I also finally bought a violin shoulder rest, and started practicing Bach. No, I'm not going to say something horrible like "it eases my loneliless". Nor am I going to say something even more horrible like "playing Bach makes me realize that we're all together in a cosmic sense". No, I'm practicing Bach (the second solo violin sonata or partita, whichever was easier. It's the one that's all fairly easy, until the last movement which is impossible) because it's an appropriate level for me, and I need to get better before I can start playing in public with other people. If I'd started earlier, then I'd be seriously looking at joining an orchestra in the new year, but I doubt that I'll be good enough. Also, having a £50 violin doesn't precisely help. Not that I'm complaining -- a poor craftsman blames his tools. A good musician should sound decent on any instrument; a poor tone quality doesn't exist bad intonation or lack of bow control!


Buying that shoulder rest has caused me to re-evaluate my research direction. The current plan was to a year really nailing the rhythms -- how do musicians perceive them, how can a computer grade like that, analyzing music to automatically create meaningful rhythmic patterns, etc.
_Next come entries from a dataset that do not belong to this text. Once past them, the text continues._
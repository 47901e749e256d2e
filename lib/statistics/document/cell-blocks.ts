import type { CellBlock, ScoresBlock } from '@/lib/statistics/analysis-document'
import type { CellSummary } from '@/lib/statistics/cells'
import { type JudgedK, kCriticalBlock, kOfCells } from '@/lib/statistics/document/consistency-blocks'
import { once, required, withReasons } from '@/lib/statistics/document/attempt'
import { mandelH, mandelHPValue, mandelKPValue } from '@/lib/statistics/mandel'
import { NotComputable } from '@/lib/statistics/not-computable'

const ONE_RESULT = 'The laboratory has no second result.'

/**
 * One block a laboratory, in the order given: means and standard deviations in the unit of the results, h, k and G pure
 * numbers. What a cell has not got is `null` with a reason (`no-scatter`, `too-few-replicated-cells` of G by itself).
 *
 * Source: `mandel.ts`, `cochran.ts`; G of a cell in terms of its k.
 */
export function cellBlocks(one: {
  summaries: readonly CellSummary[]
  /** Fails where no two results differ by the replicate alone. */
  requireReplicate: () => void
  restore: (deviation: number) => number
  /** The accepted reference value as a deviation, or a failure saying that none was given. */
  reference: () => number
  /** Of the cell at this place. */
  scoresOf: (summary: CellSummary, index: number) => ScoresBlock
}): CellBlock[] {
  const { summaries, requireReplicate, restore } = one
  const hStatistics = once(() => mandelH(summaries))
  const kStatistics = kOfCells(summaries)
  const pooledDf = summaries.reduce((sum, { df }) => sum + df, 0)
  const replicated = summaries.filter(({ df }) => df >= 1).length
  const pooledSquares = summaries.reduce((sum, { df, sd }) => sum + (sd === undefined ? 0 : df * sd ** 2), 0)

  return summaries.map((summary, index) =>
    withReasons((attempt) => {
      const { laboratory, n, mean, sd, df } = summary
      const hOfCell = () => hStatistics()[index]!
      const sdOfCell = () => {
        requireReplicate()
        return required(sd ?? null, ONE_RESULT)
      }
      const kOfCell = () => {
        requireReplicate()
        return required(kStatistics()[index]!, ONE_RESULT)
      }
      return {
        laboratory,
        n,
        mean: restore(mean),
        sd: attempt('sd', sdOfCell),
        h: attempt('h', hOfCell),
        k: attempt('k', () => kOfCell().k),
        df,
        hPValue: attempt('hPValue', () => mandelHPValue(hOfCell(), summaries.length)),
        kPValue: attempt('kPValue', () => kPValueOf(kOfCell())),
        kCritical: kCriticalBlock(df, pooledDf, requireReplicate),
        bias: attempt('bias', () => mean - one.reference()),
        generalisedCochran: generalisedOf({ df, sdOfCell, kOfCell }, { replicated, pooledSquares }),
        scores: one.scoresOf(summary, index),
      }
    }),
  )
}

/** The generalised Cochran statistic of one cell, with the p-value it would have as the one tested. */
function generalisedOf(
  { df, sdOfCell, kOfCell }: { df: number; sdOfCell: () => number; kOfCell: () => JudgedK },
  all: { replicated: number; pooledSquares: number },
): CellBlock['generalisedCochran'] {
  return withReasons((attempt) => {
    const own = attempt('statistic', () => {
      const square = df * sdOfCell() ** 2
      if (all.pooledSquares === 0) throw new NotComputable('no-scatter', 'All replicates agree exactly.')
      if (all.replicated < 2) {
        throw new NotComputable('too-few-replicated-cells', '2 laboratories with replicates are needed.')
      }
      return square
    })
    if (own === null) return { statistic: null, pValue: null }
    return {
      statistic: own / all.pooledSquares,
      // G and k are one statistic in two forms; only that one cell was picked out of several makes the difference.
      pValue: attempt('pValue', () => Math.min(1, all.replicated * kPValueOf(kOfCell()))),
    }
  })
}

function kPValueOf(own: JudgedK): number {
  return mandelKPValue(own, own.shareOfOthers)
}
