import type { Planning } from '@/lib/statistics/analysis-document'
import type { AskedPlan } from '@/lib/statistics/analysis-input'
import { notComputable, withReasons } from '@/lib/statistics/document/attempt'
import { nestedPlanningBlock } from '@/lib/statistics/document/nested-planning-block'
import { biasPrecision, repeatabilityPrecision, reproducibilityPrecision } from '@/lib/statistics/planning'

const GOOD_GAMMA = 1.5
const FIRST_ORDER = 'A first-order figure: right to 6 % from gamma 1.5, at gamma 1 it is 6 to 14 % too small.'

/**
 * How well studies of different sizes would know their figures: half-widths of 95 % intervals, s_r and s_R as a
 * fraction of themselves, the bias in units of σ_R. One point for each number of laboratories, both ends included.
 * With one replicate repeatability is `null` (`no-replication`). A plan with inner levels is simulated.
 *
 * @throws {RangeError} for a plan of fewer than 2 laboratories or a gamma below 1.
 *
 * Source: ISO 5725-1, 6.3; `planning.ts`.
 */
export function planningBlock(plan: AskedPlan): Planning {
  const { n, gamma, inner = [] } = plan
  if (inner.length > 0) return nestedPlanningBlock({ ...plan, inner })
  const sizes = Array.from({ length: plan.to - plan.from + 1 }, (_, index) => plan.from + index)
  return {
    n,
    gamma,
    ...(gamma < GOOD_GAMMA ? { reasons: { reproducibility: FIRST_ORDER } } : {}),
    points: sizes.map((p) =>
      withReasons((attempt) => ({
        p,
        repeatability: attempt('repeatability', () =>
          n < 2
            ? notComputable('no-replication', 'One replicate tells nothing of repeatability.')
            : repeatabilityPrecision({ p, n, gamma }),
        ),
        reproducibility: reproducibilityPrecision({ p, n, gamma }),
        bias: biasPrecision({ p, n, gamma }),
      })),
    ),
  }
}
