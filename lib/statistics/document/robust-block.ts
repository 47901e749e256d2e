import type { AlgorithmA } from '@/lib/statistics/algorithm-a'
import { algorithmS } from '@/lib/statistics/algorithm-s'
import type { RobustBlock } from '@/lib/statistics/analysis-document'
import { notComputable, required, withReasons } from '@/lib/statistics/document/attempt'
import { hampelLocation } from '@/lib/statistics/hampel-location'
import type { IntegerCells } from '@/lib/statistics/pairwise-differences'
import { qOfCellMeans, qRepeatability, qReproducibility } from '@/lib/statistics/q-method'

/** What the robust estimates are made from: one entry a laboratory, all in the same order. */
export type RobustInput = {
  cellMeans: readonly number[]
  /** Algorithm A of the cell means. */
  algorithmA: () => AlgorithmA
  cellSpreads: readonly { sd: number; df: number }[]
  integers: IntegerCells
  /** The results that differ by the replicate alone: the cells, or in a nested layout their innermost groups. */
  replicates: IntegerCells
  isNested: boolean
  /** Fails where no two results differ by the replicate alone. */
  requireReplicate: () => void
  /** The value of one unit of `integers`. */
  step: number
  harmonicCellSize: number
  restore: (deviation: number) => number
}

/**
 * The robust estimates of one material, all in the unit of the results.
 *
 * Variant: s_R² = max(0, s*² − w²/n_h) + w² from Algorithms A and S; refused (`nested`) in a nested layout, whose cell
 * means hold a part of every inner level. The Q method on single results stands apart.
 *
 * Source: ISO 13528, Annex C; ISO 5725-5.
 */
export function robustBlock(input: RobustInput): RobustBlock {
  const a = algorithmABlock(input)
  const s = withReasons((attempt) => {
    const found = attempt('sd', () => {
      input.requireReplicate()
      return algorithmS(input.cellSpreads)
    })
    return { sd: found?.sd ?? null, generalised: found?.generalised ?? null }
  })
  return {
    algorithmA: a,
    algorithmS: s,
    qHampel: withReasons((attempt) => {
      const sd = attempt('sd', () => qOfCellMeans(input.integers, input.step))
      const mean = attempt('mean', () =>
        hampelLocation(input.cellMeans, required(sd, 'The spread of the Q method could not be computed.')),
      )
      return { mean: mean === null ? null : input.restore(mean), sd }
    }),
    reproducibility: robustReproducibility(a.sd, s.sd, input),
    qMethod: {
      reproducibility: withReasons((attempt) => ({
        sd: attempt('sd', () => qReproducibility(input.integers, input.step)),
      })),
      repeatability: withReasons((attempt) => ({
        sd: attempt('sd', () => {
          input.requireReplicate()
          return qRepeatability(input.replicates, input.step)
        }),
      })),
    },
  }
}

function algorithmABlock({ algorithmA, restore }: RobustInput): RobustBlock['algorithmA'] {
  return withReasons((attempt) => {
    const found = attempt('sd', algorithmA)
    return {
      mean: found === null ? null : restore(found.mean),
      sd: found?.sd ?? null,
      meanStandardError: found?.meanStandardError ?? null,
    }
  })
}

/**
 * The spread of unweighted cell means holds the within part divided by the
 * harmonic mean of the cell sizes; the ordinary n̄ would leave too much. In a
 * nested layout it holds a part of every inner level besides, of which
 * Algorithm S says nothing.
 */
function robustReproducibility(
  meansSd: number | null,
  pooledSd: number | null,
  { harmonicCellSize, isNested }: RobustInput,
): RobustBlock['reproducibility'] {
  const words = 'It needs Algorithm A and Algorithm S.'
  const between = (): number => {
    if (isNested) {
      notComputable(
        'nested',
        'In a nested layout the laboratories cannot be told from the levels inside them this way.',
      )
    }
    const variance = required(meansSd, words) ** 2 - required(pooledSd, words) ** 2 / harmonicCellSize
    return Math.max(0, variance)
  }
  return withReasons((attempt) => ({
    sd: attempt('sd', () => Math.sqrt(between() + required(pooledSd, words) ** 2)),
    betweenLaboratory: withReasons((inner) => ({ sd: inner('sd', () => Math.sqrt(between())) })),
  }))
}
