import type { ReactNode } from 'react'
import { withinSentence } from '@/app/ui/primitives/within-sentence'
import { counted } from '@/lib/domain/plural'
import type { ParticipationView } from '@/lib/use-cases/returns/read-participation'

/** The study as the laboratory needs to know it: the method, the materials, how often, with which digits. */
export function WhatIsAsked({ view: { study, layout, places } }: { view: ParticipationView }) {
  return (
    <dl className="grid max-w-text grid-cols-[9rem_minmax(0,1fr)] gap-x-5 gap-y-2 max-sm:grid-cols-1 max-sm:gap-y-0.5">
      <Item name="Test method">{study.method}</Item>
      {study.purpose && <Item name="Purpose">{study.purpose}</Item>}
      <Item name={layout.measurands.length === 1 ? 'Measurand' : 'Measurands'}>
        {layout.measurands
          .map(({ name, unit, decimals }) => `${name}${unit ? ` in ${unit}` : ''}, ${sayDecimals(decimals)}`)
          .join('; ')}
      </Item>
      <Item name={layout.materials.length === 1 ? 'Material' : 'Materials'}>
        {layout.materials.map(({ name }) => name).join(', ')}
      </Item>
      <Item name="Of each material">
        {layout.levels.map(({ name, count }) => counted(count, withinSentence(name))).join(', each with ')}
      </Item>
      <Item name="In all">{places === 1 ? 'one result' : `${places} results`}</Item>
    </dl>
  )
}

function Item({ name, children }: { name: string; children: ReactNode }) {
  return (
    <>
      <dt className="text-ink-soft">{name}</dt>
      <dd className="max-sm:mb-2">{children}</dd>
    </>
  )
}

function sayDecimals(decimals: number): string {
  if (decimals === 0) return 'whole numbers'
  return decimals === 1 ? 'one decimal' : `${decimals} decimals`
}
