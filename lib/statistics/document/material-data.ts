import type { AnalysisResult } from '@/lib/statistics/analysis-input'
import type { CensoredBlock } from '@/lib/statistics/analysis-document'
import type { CellTable } from '@/lib/statistics/cells'
import {
  centreExactly,
  centreUnits,
  type Decimal,
  type ExactlyCentred,
  parseDecimal,
  parseDecimals,
  type ScaledDecimals,
  subtractDecimals,
  type WholeNumbers,
} from '@/lib/statistics/decimal'
import { codeLabels } from '@/lib/statistics/nested-layout'
import { NotComputable } from '@/lib/statistics/not-computable'

/**
 * The results of one material that carry a number and take part, cell by cell: those of laboratory i from `starts[i]` up
 * to, and without, `starts[i + 1]` in each of the arrays. Laboratories stand in the order in which they appear in the input.
 */
export type MaterialCells = CellTable & {
  results: readonly AnalysisResult[]
  /** The same results as whole numbers of the material's finest decimal. */
  units: WholeNumbers
}

export type MaterialData = {
  material: string
  measurand: string | null
  cells: MaterialCells
  /** Decimals of the whole numbers, whose unit is worth `step`. */
  scale: number
  step: number
  restore: (deviation: number) => number
  /** The difference of another value of this material, an accepted reference say, from the offset. */
  deviationOf: (text: string) => number
  censored: CensoredBlock
  /** Bounds of the cells that hold a censored result, as deviations: the mean lies below `below` or above `above`. */
  bounds: readonly { below: number | null; above: number | null }[]
  /** Share of the cells with data that a censored result took out. */
  censoredShare: number
  /** The results lie so far apart, or so close together, that their squares are no doubles. */
  isOutOfRange: boolean
}

/** No laboratory and no result. */
export const NO_CELLS: MaterialCells = {
  laboratories: [],
  starts: new Int32Array(1),
  deviations: new Float64Array(0),
  results: [],
  units: new Float64Array(0),
}

/**
 * Sorts the results of one material into cells, in the order in which laboratories appear, and centres them exactly;
 * deviations in the unit of the results.
 *
 * A cell that holds a censored result takes no part: no number is put in the place of one that is not known. Results
 * whose squares are no doubles are not refused here but marked `isOutOfRange`.
 *
 * @throws {RangeError} for a text that is no decimal number.
 */
export function materialData(one: {
  material: string
  measurand: string | null
  results: readonly AnalysisResult[]
}): MaterialData {
  const taking = one.results.filter(({ excluded, text }) => !excluded && text !== '')
  const { units, scale } = parseDecimals(taking.map(({ text }) => text))
  const centred = centreWithinRange({ units, scale })
  const sorted = byLaboratory({
    results: taking,
    units,
    deviations: centred.deviations,
    laboratories: taking.map(({ laboratory }) => laboratory),
  })
  const isCensored = ({ censored }: AnalysisResult): boolean => censored !== null
  const { kept, taken } = sorted.results.some(isCensored)
    ? withoutCensored(sorted)
    : { kept: sorted, taken: [] }

  return {
    material: one.material,
    measurand: one.measurand,
    cells: kept,
    scale,
    step: Number(`1e${-scale}`),
    restore: centred.restore,
    deviationOf: (text) => differenceAsNumber(parseDecimal(text), centred.offset),
    censored: {
      results: taking.filter(isCensored).length,
      cells: taken.map(({ laboratory, below, above, quantified }) => ({
        laboratory,
        below,
        above,
        quantified,
      })),
    },
    bounds: taken.map(({ limit, below, above }) => ({
      below: above === 0 ? limit : null,
      above: below === 0 ? limit : null,
    })),
    isOutOfRange: centred.isOutOfRange,
    censoredShare: taken.length === 0 ? 0 : taken.length / sorted.laboratories.length,
  }
}

/** The results of the cell at this place. */
export function resultsOfCell({ results, starts }: MaterialCells, cell: number): readonly AnalysisResult[] {
  return results.slice(starts[cell], starts[cell + 1])
}

/** Results in their order, each with its laboratory: they are brought together cell by cell. */
function byLaboratory(one: {
  laboratories: readonly string[]
  results: readonly AnalysisResult[]
  units: WholeNumbers
  deviations: Float64Array
}): MaterialCells {
  const { codes, labels: laboratories } = codeLabels(one.laboratories)
  const starts = new Int32Array(laboratories.length + 1)
  let isInOrder = true
  for (let at = 0; at < codes.length; at += 1) {
    starts[codes[at]! + 1]! += 1
    if (at > 0 && codes[at]! < codes[at - 1]!) isInOrder = false
  }
  for (let cell = 0; cell < laboratories.length; cell += 1) starts[cell + 1]! += starts[cell]!
  const { results, units, deviations } = one
  if (isInOrder) return { laboratories, starts, results, units, deviations }

  const order = new Int32Array(codes.length)
  const next = starts.slice()
  for (let at = 0; at < codes.length; at += 1) {
    const cell = codes[at]!
    order[next[cell]!] = at
    next[cell]! += 1
  }
  return { laboratories, starts, ...picked({ results, units, deviations }, order) }
}

function picked(
  { results, units, deviations }: Pick<MaterialCells, 'results' | 'units' | 'deviations'>,
  places: Int32Array,
): Pick<MaterialCells, 'results' | 'units' | 'deviations'> {
  return {
    results: Array.from(places, (at) => results[at]!),
    units:
      units instanceof Float64Array
        ? Float64Array.from(places, (at) => units[at]!)
        : Array.from(places, (at) => units[at]!),
    deviations: Float64Array.from(places, (at) => deviations[at]!),
  }
}

type TakenCell = CensoredBlock['cells'][number] & { limit: number }

function withoutCensored(all: MaterialCells): { kept: MaterialCells; taken: TakenCell[] } {
  const laboratories: string[] = []
  const starts = [0]
  const places: number[] = []
  const taken: TakenCell[] = []
  all.laboratories.forEach((laboratory, cell) => {
    const results = resultsOfCell(all, cell)
    const below = results.filter(({ censored }) => censored === '<').length
    const above = results.filter(({ censored }) => censored === '>').length
    if (below + above === 0) {
      laboratories.push(laboratory)
      for (let at = all.starts[cell]!; at < all.starts[cell + 1]!; at += 1) places.push(at)
      starts.push(places.length)
      return
    }
    const own = all.deviations.subarray(all.starts[cell], all.starts[cell + 1])
    const limit = own.reduce((sum, value) => sum + value, 0) / own.length
    taken.push({ laboratory, below, above, quantified: results.length - below - above, limit })
  })
  const kept = { laboratories, starts: Int32Array.from(starts), ...picked(all, Int32Array.from(places)) }
  return { kept, taken }
}

/** Squares, and sums and ratios of squares, stay within a double. */
const LARGEST_DEVIATION = 1e140
const SMALLEST_DEVIATION = 1e-140

function centreWithinRange(values: ScaledDecimals): ExactlyCentred & { isOutOfRange: boolean } {
  const nothing = centreExactly(['0'])
  if (values.units.length === 0) return { ...nothing, deviations: new Float64Array(0), isOutOfRange: false }
  try {
    const centred = centreUnits(values)
    let reach = 0
    for (const deviation of centred.deviations) reach = Math.max(reach, Math.abs(deviation))
    // A difference below every double has become 0, but the results are not equal.
    const areEqual = reach === 0 && values.units.every((unit: number | bigint) => unit === values.units[0])
    const isOutOfRange = !areEqual && !(reach >= SMALLEST_DEVIATION && reach <= LARGEST_DEVIATION)
    return { ...centred, isOutOfRange }
  } catch (error) {
    if (!(error instanceof NotComputable)) throw error
    return { ...nothing, deviations: new Float64Array(values.units.length), isOutOfRange: true }
  }
}

function differenceAsNumber(value: Decimal, offset: Decimal): number {
  const { units, scale } = subtractDecimals(value, offset)
  return Number(`${units}e${-scale}`)
}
I still think that's not a bad idea.

However, there's nothing for me personally in it. Oh, I'm really looking forward to doing the rhythmic analysis and whatnot... but I don't need to practice rhythms. Violin intonation, on the other hand, I really do need to practice. But in my original plan, I wouldn't even start that for another year.

Now, I'm not thinking about abandoning rhythms -- I'm just musing with the idea of banging out a quickie. Slap together a python application for testing violin scales. Nothing fancy... no finger patterns, no arpegios (although those wouldn't be hard to add), no grading mechanism supported by extensive surveys of muscians, and no fancy graphics or animations. Just an objective listener that gives me a score. Something that stops me from blasting through stuff and saying "meh, close enough".

It should only take a day or two... hey, that would make a nice Christmas present for myself. "Merry Christmas, now start practicing your scales seriously".


Last night (Saturday), I tried to do laundry three times, but there were no free washers at 21:30, 22:30, and 23:45. This morning (Sunday), I went there at 11:00 -- completely empty. I'm sure there's a joke in there somewhere.